NSF Awards EAGER Grants to Beckman Researchers

Two Beckman research teams have received Early Concept Grants for Exploratory Research (EAGER) awards from the National Science Foundation (NSF) to enable new technologies to better understand how complex behaviors emerge from the activity of brain circuits.

One grant project entitled “Spatially-Resolved In Vivo Optogenetic Stimulation and Imaging Platform,” is led by principal investigator Stephen Boppart, head of the Biophotonics Imaging Laboratory at the Beckman and full-time faculty member in the Bioimaging Science and Technology Group, and joined by Justin Rhodes, full-time faculty member in the NeuroTech Group. Martha Gillette, affiliate faculty member in the NeuroTech Group, is the principal investigator on a project titled “Multiscale dynamics and emergent properties of suprachiasmatic circuits in real time.”

Boppart and Rhodes plan to use optogenetics, a rapidly developing field that enables light-activated switching and control of cells, most commonly neurons. The team will use implanted imaging fiber bundles that will enable in vivo imaging as well as spatially controlled optical stimulation and optical feedback of large-area neural circuits. The research offers the potential for controlling the light stimulus and enhancing specificity in the control of neural circuits.

“The BRAIN initiative has challenged us to develop novel neurotechnologies that will push the limits for interrogating the living brain at the cellular level. Our Beckman Institute and the collaborative expertise here in engineering, optics, and neuroscience gives us the perfect combination of physical and intellectual resources to push these limits,” said Boppart.

Part of the project revolves around outreach—they plan to highlight their new ideas and technology at the Beckman and Engineering Open Houses, as well as integrate the methods into Boppart’s undergraduate courses.

Gillette’s project plans to bring together neuroscientists, engineers, and chemists from across campus, to develop and use newly created, complementary technologies that will non-invasively control, measure, and analyze brain network dynamics and change in real time. Their hope is to examine how neurons in the brain are activated in response to experiences, in order to see how they cause behavioral changes and subsequent activities of the neurons, also known as brain plasticity.

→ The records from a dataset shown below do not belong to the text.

/** The options of `runoff` that shape its result, for the command line in the report header. */
export const RUNOFF_FLAGS: FlagSpec = [
  ['depth', '--depth', undefined], ['depthRaster', '--depth-raster', undefined], ['depthUnits', '--depth-units', undefined],
  ['initialLevel', '--initial-level', undefined], ['nodataAs', '--nodata-as', 'outlet'],
  ['zUnits', '--z-units', undefined], ['zFactor', '--z-factor', undefined], ['xyUnits', '--xy-units', undefined],
];

export function registerRunoff(program: Command): void {
  const cmd = program
    .command('runoff')
    .description('route a runoff depth through the depressions of a DEM (fill, spill, merge): where the water ponds, how deep, and how much leaves the map')
    .argument('<input...>', 'GeoTIFF, .npy or text grid (a DEM); or a mosaic: a .vrt, a folder of GeoTIFF tiles, or several GeoTIFF paths');
  addCommonOptions(cmd, { boundary: 'open' })
    .option('--depth <d>', 'uniform runoff depth with its unit, e.g. 25mm, 0.1m, 2in, 1ft')
    .option('--depth-raster <file>', 'runoff depth per cell (a raster; nodata = no runoff); resampled to the DEM when its grid differs')
    .option('--depth-units <unit>', 'unit of the --depth-raster values: mm, cm, m, in, ft (default m)')
    .option('--initial-level <file>', 'water surface already present (a raster in the DEM\'s vertical unit; nodata or below ground = none)')
    .addOption(new Option('--nodata-as <mode>', 'nodata cells: outlet (water drains into them) or wall').choices(['outlet', 'wall']).default('outlet'))
    .option('--z-units <unit>', 'vertical unit of the DEM: m, ft, us-ft, cm, mm (default: metres, assumed)')
    .option('--z-factor <f>', 'metres per vertical unit of the DEM (instead of --z-units)')
    .option('--xy-units <unit>', 'horizontal unit when the input has no CRS: m, ft, us-ft, km, deg')
    .option('--stage-volume <id>', 'write stage-volume-ID.csv: water level, wet area and volume of depression ID from its pit to its spill level')
    .option('--stage-step <dz>', 'level step of the stage-volume table (vertical unit; default: 50 steps)')
    .option(...NO_GPKG)
    .action(async (input: string[], opts: RunoffCliOptions) => {
      await runRunoffCommand(input, opts);
    });
}

/** A raster input (depth, initial level) as a grid. */
async function loadRaster(path: string, option: string): Promise<Grid> {
  const s = await loadSurface(path);
  if (s.kind !== 'grid') throw new InputError(`${option} ${path} holds scattered samples; give a raster (GeoTIFF, .npy or a text grid)`);
  return s;
}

Gillette will work with Jonathan Sweedler, part-time faculty member in NeuroTech; Gabriel Popescu, full-time faculty member Bioimaging Science and Technology; and John Rogers, full-time faculty member in the 3D Micro- and Nanosystems Group.

“The challenge of understanding the dynamic brain—how it remembers, enables us to move or be moved, to awake and sleep each day of our lives—lies before us. The exceptional  tools we will develop under the BRAIN initiative are possible because of the science and engineering innovation and the collegial spirit at Illinois. They hold tremendous promise for identifying the signatures of neural activity that generate complex behaviors, insights not previously possible,” said Gillette. “These are truly exciting times.” 

Likewise, Gillette’s project has an educational element: training students to merge disciplines such as neuroscience, imaging technology, engineering of new materials for electrodes, and high-resolution analysis of neuron-to-neuron signals.

These projects will contribute to NSF’s growing portfolio of investments in support of President Obama’s BRAIN Initiative, a multi-agency research effort that seeks to accelerate the development of new neurotechnologies that promise to help researchers answer fundamental questions about how the brain works.

Each award is for $300,000 over a two-year period.